Nach einem eigens einberufenen Krisengipfel flog Max Buskohl am Sonntag um 11.30 Uhr aus der aktuellen Staffel. Der Vorwurf der RTL-Macher: Max ließ Werbetermine platzen und wollte einen Plattenvertrag nur zusammen mit seiner Schülerband "Empty Trash" unterschreiben. Beim Sender stieß er mit diesen Starallüren auf wenig Gegenliebe. Das Ende vom Lied: Max wird nicht der neue Superstar. Seine Fans stehen natürlich unter Schock: "Hey, ist ja voll kacke, dass Du raus bist... Jetzt hab ich gar keinen Grund mehr, DSDS zu schauen", schreibt Minhia aus Aschaffenburg im Max Buskohl-Forum. Und auch Peter aus Berlin ist vom Rauswurf getroffen: "Ich fasse es nicht, dass man Max rausgeworfen hat - das kann doch nicht wahr sein.
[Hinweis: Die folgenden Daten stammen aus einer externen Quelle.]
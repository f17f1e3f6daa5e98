/** Checks of a series against its own days before and after: spikes, steps, and values that do not change. */
import { type SiteObservations, WEATHER_VARIABLES, type WeatherVariable } from '../variable.ts';
import { brokenRuns, daysText, type Flag, figureText, median, seriesOf, withUnit } from './flag.ts';

/**
 * Bounds of the limit of a change [unit of the variable]. `most` is published for temperature (25 °C); `least` keeps the noise of quiet
 * climates out. Humidity, radiation and rain jump by nature and have none.
 */
const CHANGES: Partial<Record<WeatherVariable, { readonly least: number; readonly most: number }>> = {
  air_temperature_max_c: { least: 12, most: 25 },
  air_temperature_min_c: { least: 12, most: 25 },
  air_temperature_mean_c: { least: 10, most: 25 },
  dew_point_c: { least: 14, most: 30 },
  vapour_pressure_kpa: { least: 1, most: 2.5 },
  pressure_kpa: { least: 2.5, most: 6 },
  wind_speed_m_s: { least: 8, most: 25 },
};

/** A spike is so many robust standard deviations of the change from day to day; a step, which lasts, a few more. */
const SPIKE_DEVIATIONS = 8;
const STEP_DEVIATIONS = 10;
/** Standard deviation of a normal variable in units of its median absolute deviation. */
const NORMAL_FROM_MEDIAN = 1.4826;
/** Fewest changes from which a scale is taken. */
const LEAST_CHANGES = 20;

/**
 * Scale of the changes from day to day: 1.4826 times their median size, which a few wrong values do not move.
 *
 * @returns NaN for fewer than 20 changes
 * @example changeScale(Float64Array.from({ length: 31 }, (_, day) => day % 2)) // 1.4826
 */
export function changeScale(series: Float64Array): number {
  const sizes: number[] = [];
  for (let day = 1; day < series.length; day++) {
    const size = Math.abs(series[day] - series[day - 1]);
    if (!Number.isNaN(size)) sizes.push(size);
  }
  return sizes.length < LEAST_CHANGES ? Number.NaN : NORMAL_FROM_MEDIAN * median(sizes);
}

/** How far a day stands out on one side of both its neighbours in time; negative or NaN where it does not. */
function spikeSize(series: Float64Array, day: number): number {
  const [before, after] = [series[day] - series[day - 1], series[day] - series[day + 1]];
  return before * after > 0 ? Math.min(Math.abs(before), Math.abs(after)) : Number.NaN;
}

/** Spikes and steps. Source: as rules `spike`, `step`. */
export function checkChanges(observations: SiteObservations, site: number): Flag[] {
  return (Object.keys(CHANGES) as WeatherVariable[]).flatMap((variable) => {
    const series = seriesOf(observations, variable, site);
    const bounds = CHANGES[variable];
    if (!series || !bounds) return [];
    const scale = changeScale(series);
    if (Number.isNaN(scale)) return [];
    const limitAt = (deviations: number) => Math.min(bounds.most, Math.max(bounds.least, deviations * scale));
    return changeFlags({ observations, site, variable, series }, limitAt(SPIKE_DEVIATIONS), limitAt(STEP_DEVIATIONS));
  });
}

interface Looked {
  readonly observations: SiteObservations;
  readonly site: number;
  readonly variable: WeatherVariable;
  readonly series: Float64Array;
}

function changeFlags({ observations, site, variable, series }: Looked, spikeLimit: number, stepLimit: number): Flag[] {
  const isSpike = (day: number) => spikeSize(series, day) > spikeLimit;
  const spikes = brokenRuns(series.length, (day) => spikeSize(series, day) - spikeLimit).map(({ first, last, worst }): Flag => {
    const size = spikeSize(series, worst);
    return {
      ...{ site, variable, rule: 'spike', severity: 'suspect', firstDay: first, lastDay: last, value: size, limit: spikeLimit },
      detail: `${withUnit(series[worst], variable)} ${daysText(observations, first, last)} stands ${figureText(size)} off the day before and the day after; at most ${withUnit(spikeLimit, variable)} is expected of this record. Look for a digit or a unit gone wrong.`,
      figures: { observed: series[worst] },
    };
  });
  const stepSize = (day: number) => Math.abs(series[day] - series[day - 1]);
  const steps = brokenRuns(series.length, (day) => (isSpike(day) || isSpike(day - 1) ? Number.NaN : stepSize(day) - stepLimit)).map(
    ({ first, last, worst }): Flag => ({
      ...{ site, variable, rule: 'step', severity: 'note', firstDay: first, lastDay: last, value: stepSize(worst), limit: stepLimit },
      detail: `${WEATHER_VARIABLES[variable].term} changed by ${withUnit(stepSize(worst), variable)} from one day to the next ${daysText(observations, first, last)}; at most ${withUnit(stepLimit, variable)} is usual here. A change of weather, or of the instrument: compare with neighbours.`,
      figures: { before: series[worst - 1], after: series[worst] },
    }),
  );
  return [...spikes, ...steps];
}

/** Values that may repeat for days without fault: saturated air, cloudless or sunless days, no rain, no wind. */
const MAY_REPEAT: Partial<Record<WeatherVariable, (value: number) => boolean>> = {
  relative_humidity_max_pct: (value) => value >= 99,
  relative_humidity_min_pct: (value) => value >= 99 || value <= 0,
  relative_humidity_mean_pct: (value) => value >= 99,
  precipitation_mm: (value) => value === 0,
  sunshine_duration_h: () => true,
  solar_radiation_mj_m2_d: (value) => value === 0,
  reference_et_given_mm: (value) => value === 0,
  wind_speed_m_s: (value) => value === 0,
};

/** Shortest run that counts [d]; a coarse record needs longer ones. */
const LEAST_RUN = 4;
const LEAST_RUN_WIND = 3;
const LONGEST_EXPECTED = 60;
/** Runs of that length expected in a faultless record, at most. */
const EXPECTED_RUNS = 0.01;

/**
 * Length from which a run of equal values is a fault: so long that a faultless record of this resolution has one in a hundred times at most.
 * With a share p of equal neighbours in time among N pairs, N pⁿ⁻¹ runs of n days are expected.
 *
 * @example runLimit(500, 0.1, 4) // 6
 */
export function runLimit(pairs: number, equalShare: number, least: number): number {
  let length = least;
  while (length < LONGEST_EXPECTED && pairs * equalShare ** (length - 1) > EXPECTED_RUNS) length++;
  return length;
}

/** Values that stay the same for days: a logger that repeats itself, a cup that is stuck. Source: as rules `persistence`, `wind-stuck`. */
export function checkPersistence(observations: SiteObservations, site: number): Flag[] {
  return (Object.keys(observations.values) as WeatherVariable[]).flatMap((variable) => {
    const series = seriesOf(observations, variable, site);
    return series ? persistenceFlags({ observations, site, variable, series }) : [];
  });
}

function persistenceFlags({ observations, site, variable, series }: Looked): Flag[] {
  const free = MAY_REPEAT[variable] ?? (() => false);
  const repeats = (day: number) => day > 0 && series[day] === series[day - 1] && !free(series[day]);
  let [pairs, equal] = [0, 0];
  for (let day = 1; day < series.length; day++) {
    if (Number.isNaN(series[day]) || Number.isNaN(series[day - 1]) || free(series[day])) continue;
    pairs++;
    if (repeats(day)) equal++;
  }
  if (equal === 0) return [];
  const wind = variable === 'wind_speed_m_s';
  const length = runLimit(pairs, equal / pairs, wind ? LEAST_RUN_WIND : LEAST_RUN);
  const runs = brokenRuns(series.length, (day) => (repeats(day) ? 1 : Number.NaN));
  return runs
    .filter(({ first, last }) => last - first + 2 >= length)
    .map(({ first, last }): Flag => {
      const days = last - first + 2;
      return {
        ...{ site, variable, rule: wind ? 'wind-stuck' : 'persistence', severity: 'suspect', firstDay: first - 1, lastDay: last },
        ...{ value: days, limit: length },
        detail: `${WEATHER_VARIABLES[variable].term} is ${withUnit(series[first], variable)} on ${days} days in a row ${daysText(observations, first - 1, last)}; ${length} or more do not happen by chance in this record. ${wind ? 'The cups or the bearing may be stuck: reject these days.' : 'The logger may repeat its last value: reject these days.'}`,
        figures: { observed: series[first] },
      };
    });
}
Er hätte das Ding gewonnen, hundertprozentig." Für Max steht jedenfalls fest, wie es weiter gehen soll: "Nach reiflicher Überlegung und langem Ringen mit mir selbst ist mir so kurz vor dem Finale klar geworden, dass mein Weg als Künstler mit meiner Band in eine andere Richtung führt", wurde Buskohl in einer RTL-Mitteilung zitiert. "Bei DSDS wird ein Solokünstler gesucht und ich möchte niemandem den Platz wegnehmen."


Wie geht es weiter?

Martin Stosch ist der schwächste Kandidat. (Foto: RTL)
Bild großklicken
Martin Stosch ist der schwächste Kandidat. (Foto: RTL)
Ab Oktober möchte Max die deutsche Pop-Akademie in Berlin besuchen - um seinem Lebensziel, mit Musik sein Leben finanzieren zu können, noch näher zu kommen." Bereits am Samstag während der Show war zu spüren, dass irgend etwas aus dem Ruder läuft. Vor der Show hatte der Rocker unter den Kandidaten gegen Bohlen geätzt: "Dieter ist asozial". Er drohte sogar mit dem Ausstieg aus der Show. Pop-Titan Bohlen motzte nach seinem ersten Auftritt zurück: "Dir ist scheißegal, was ich sage, deshalb ist mir scheißegal, was du singst." Rums, eine schallende Ohrfeige vor 4,5 Millionen Zuschauern. Nach Max' Abgang bekommt den Regeln folgend der letzte ausgeschiedene Kandidat noch mal eine Chance. In diesem Fall wäre das Martin Stosch, der schon auf gepackten Koffern saß und nun am kommenden Samstag noch einmal ran darf. Für Dieter Bohlen ist es sogar möglich, dass er es noch zum Superstar schafft. Denn er ist sich sicher, dass er mit seinem Löwenmut weiter kämpfen wird. Für Max Buskohl hingegen sieht es düster aus. Die Plattenfirma SonyBMG hat trotz Rausschmiss für ein Jahr alle Rechte an Max und seiner Musik. Bei ihm entscheiden jetzt also die Plattenbosse ob und wie es weiter geht. 


Quelle:
http://onunterhaltung.t-online.de/c/10/85/41/46/10854146.html


----------



## rise (3 Mai 2007)

Eh alles nur Geldmacherei und Verarsche!


----------



## freak123 (3 Mai 2007)

rise schrieb:


> Eh alles nur Geldmacherei und Verarsche!




kann ich nur zustimmen,

ich habe auch glaube ich noch keine einzige folge von den pseudostars gesehen und kenne nichteinmal die namen von den teilnehmern der sendung


----------